A few weeks after allowing the public to weigh in on the requests of FTX US Derivatives (formerly known as LedgerX) to amend its registration attempts to offer derivatives services, the CFTC has extended the deadline.
- CryptoPotato reported in late 2021 when FTX US – the American branch of the international crypto exchange – purchased Ledger Holdings – the parent company of LedgerX, a regulated digital asset derivatives platform.
- This came amid FTX US’ plans to launch crypto derivatives services in the US, and acquiring LedgerX allowed it to leverage the latter’s Derivatives Clearing Organization (DCO) license.

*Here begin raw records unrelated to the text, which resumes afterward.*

_WORKSHOP: tuple[_Row, ...] = (
    ("adjuster", "", "-", "adjuster", "", "what the workshop turns or shims, by its name in the file"),
    ("adjustment", "", "-", "adjustment", "in the direction declared +", "mm of displacement, or turns of a thread, from how the car is drawn"),
    ("toe_before", "", "deg", "toe before it is set again", "toe-in +", "toe_in at the ride height after the adjustment, the tie rod untouched"),
    ("rod_longer", "", "mm", "tie rod longer", "longer +", "change of the tie rod's length that sets the declared static toe again"),
    ("rod_turns", "", "-", "turns of the tie rod", "longer +", "rod_longer over the thread's mm for one turn"),
    ("toe_in_set", "", "deg", "toe-in as set", "toe-in +", "toe_in at the ride height when all is done"),
    ("bump_steer_low", "", "deg", "bump steer, full rebound", "toe-in +", "bump_steer from the ride height to the lowest travel"),
    ("bump_steer_high", "", "deg", "bump steer, full bump", "toe-in +", "bump_steer from the ride height to the highest travel"),
    ("bump_steer_most", "", "deg", "largest bump steer", "never negative", "largest |bump_steer| from the ride height over the travel"),
)  # fmt: skip

_TABLE: tuple[_Row, ...] = (*_MOTION, *_CORNER, *_VECTORS, *_LINKS, *_TURNING, *_RIDING, *_SIDES, *_LIMITS, *_WORKSHOP)

GLOSSARY: Mapping[str, Quantity] = {row[0]: Quantity(*row) for row in _TABLE}
"""Every quantity by name."""


def quantity(name: str) -> Quantity:
    """An entry by name.

    Raises:
        KeyError: if there is no such quantity.
    """
    if name not in GLOSSARY:
        raise KeyError(f"{name!r} is not in the glossary")
    return GLOSSARY[name]


def axis_label(name: str, unit: str | None = None) -> str:
    """Label of an axis or a column with unit and sign in words: ``bump steer (deg, toe-in +)``; ``unit`` replaces the entry's own."""
    entry = quantity(name)
    unit = unit or entry.unit
    details = ", ".join(part for part in ("" if unit == "-" else unit, entry.sign) if part)
    return f"{entry.label} ({details})" if details else entry.label


def explain(names: Iterable[str]) -> list[tuple[str, str, str, str]]:
    """Label, unit, sign and definition of quantities, in the order given, each once: rows of a table."""
    entries = [quantity(name) for name in dict.fromkeys(names)]
    return [(e.label, e.unit, e.sign, e.definition) for e in entries]


GLOSSARY_HEADINGS = ("name", "symbol", "unit", "label", "sign", "definition")
"""Headings of ``glossary_rows``."""


def glossary_rows(names: Iterable[str] | None = None) -> list[tuple[str, str, str, str, str, str]]:
    """The glossary as plain rows under GLOSSARY_HEADINGS, all of it or the names given; for documents."""
    entries = GLOSSARY.values() if names is None else [quantity(name) for name in dict.fromkeys(names)]
    return [(e.name, e.symbol, e.unit, e.label, e.sign, e.definition) for e in entries]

- The exchange filed documents with the CFTC shortly after, seeking approval for its rather untypical proposals on how to provide the derivatives services, as it wanted to combine it with its spot trading platform.

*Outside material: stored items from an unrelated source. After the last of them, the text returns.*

from __future__ import annotations

import csv
import json
from pathlib import Path

import numpy as np
import pytest
import xarray as xr
from command_line import Cli
from corners import HARDPOINTS, SAMPLES

import toewright as tw

FRONT = HARDPOINTS / "marten_front.toml"

FIRST_COLUMNS = (
    "motion,bump,roll_angle,status,wheel_travel_left,wheel_travel_right,toe_in_left,toe_in_right,axle_steer,camber_left,camber_right,"
    "camber_road_left,camber_road_right,track_change,recession_left,recession_right,roll_centre_y,roll_centre_z,swing_arm_left,"
    "swing_arm_right,bump_steer_rate_left,bump_steer_rate_right,anti_dive_left,anti_dive_right,anti_lift_left,anti_lift_right,"
    "anti_squat_left,anti_squat_right"
).split(",")


@pytest.mark.parametrize("sample", SAMPLES, ids=lambda p: p.stem)
def test_every_sample_rides(cli: Cli, sample: Path) -> None:
    result = cli("ride", sample)
    assert result.code == 0
    for words in (
        "Bump: both wheels together",
        "Roll: the body rolls",
        "The left wheel alone",
        "Worst place: ",
        "roll steer",
        "Signs: ",
    ):
        assert words in result.out


def test_one_motion_only(cli: Cli) -> None:
    out = cli("ride", FRONT, "--motion", "single", "--side", "right", "--travel=-10:10:5").out
    assert "The right wheel alone" in out
    assert "Roll:" not in out
    assert "Bump:" not in out


def test_the_legend_explains_what_is_shown_and_no_more(cli: Cli) -> None:
    roll = cli("ride", FRONT, "--motion", "roll").out
    assert "roll: right side down +" in roll
    for words in ("Braking", "anti-dive", "swing arm", "recession", "track change"):
        assert words not in roll
    bump = cli("ride", FRONT, "--motion", "bump").out
    for words in ("Braking: 62 %", "anti-dive: braking lifts the nose +", "swing arm: instant", "recession rearward +"):
        assert words in bump
    assert "right side down" not in bump


def test_both_ends_of_what_is_not_reached_are_named(cli: Cli) -> None:
    out = cli("ride", FRONT, "--motion", "bump", "--travel=-300:350:14").out
    assert (
        "Not reached: from +350.0 mm of bump up (out-of-reach) and from -300.0 mm of bump down (out-of-reach)." in out
    )
    one = cli("ride", FRONT, "--motion", "bump", "--travel=-300:100:9").out
    assert "Not reached: from -300.0 mm of bump down (out-of-reach)." in one


def test_toe_is_in_the_unit_asked_for(cli: Cli) -> None:
    out = cli("ride", FRONT, "--motion", "bump", "--toe-unit", "mm").out
    assert "mm per wheel across the 254 mm rim" in out
    assert "mm toe-in per wheel across the 254 mm rim" in out


def test_csv_has_the_columns(cli: Cli, tmp_path: Path) -> None:
    target = tmp_path / "ride.csv"
    assert cli("ride", FRONT, "--travel=-20:20:3", "--roll=-2,0,2", "--out", target).code == 0
    rows = list(csv.reader(target.read_text().splitlines()))
    assert rows[0][: len(FIRST_COLUMNS)] == FIRST_COLUMNS
    assert [row[0] for row in rows[1:]] == ["bump"] * 3 + ["roll"] * 3 + ["single"] * 3
    ridden = tw.ride(tw.load(FRONT), travel=[-20.0, 0.0, 20.0], roll=[-2.0, 0.0, 2.0])
    k = FIRST_COLUMNS.index("roll_centre_z")
    assert [float(row[k]) for row in rows[1:]] == ridden["roll_centre_z"].tolist()


def test_json_and_netcdf(cli: Cli, tmp_path: Path) -> None:
    for name in ("ride.json", "ride.nc"):
        assert cli("ride", FRONT, "--motion", "roll", "--out", tmp_path / name).code == 0
    document = json.loads((tmp_path / "ride.json").read_text())
    with xr.open_dataset(tmp_path / "ride.nc", engine="scipy") as data:
        assert np.array_equal(data["axle_steer"].values, np.array(document["axle_steer"]))
    summary = json.loads(cli("ride", FRONT, "--motion", "roll", "--json").out)
    assert summary["columns"]["motion"][0] == "roll"
    assert "roll steer" in summary["sentences"]["roll"][0]


def test_anti_figures_say_what_they_assume(cli: Cli, tmp_path: Path) -> None:
    assert "torque reacted at the upright (outboard)" in cli("ride", FRONT).out
    (tmp_path / "plain.toml").write_text(
        FRONT.read_text().replace("cg_height = 285.0\n", "").replace("other_axle", "# other_axle")
    )
    assert "vehicle.cg_height" in cli("ride", tmp_path / "plain.toml").out


@pytest.mark.parametrize(
    ("arguments", "words"),
    [
        (["--motion", "heave"], "bump"),
        (["--roll", "50"], "--roll 50"),
        (["--motion", "roll", "--roll", "40"], "ask for less"),
        (["--motion", "bump", "--travel", "900"], "ask for less"),
        (["--travel", "1:0:3"], "does not ascend"),
        (["--toe-diameter", "-3", "--toe-unit", "mm"], "--toe-diameter"),
        (["--rack", "inf"], "not a number"),
    ],
)
def test_refusals_are_one_sentence(cli: Cli, arguments: list[str], words: str) -> None:
    result = cli("ride", FRONT, *arguments)
    assert result.code == 2
    assert words in result.complaint


def test_rack_on_an_axle_without_one(cli: Cli) -> None:
    result = cli("ride", HARDPOINTS / "marten_rear.toml", "--rack", "5")
    assert result.code == 2
    assert "has no [rack]" in result.complaint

- The Commission outlined a 30-day comment period in early March that allowed the public to weigh in on the matter.
- However, FTX US sought an extension of that period, and the CFTC announced on March 24 that it has agreed to do so. As such, the public has until May 11 to send their comments.
“FTX currently offers clearing of futures and options on futures contracts on a fully collateralized basis directly to retail participants (non-intermediated model). In its request for an amended order of registration, FTX proposes to clear margined products for retail participants while continuing with a non-intermediated model.” – reads CFTC’s statement.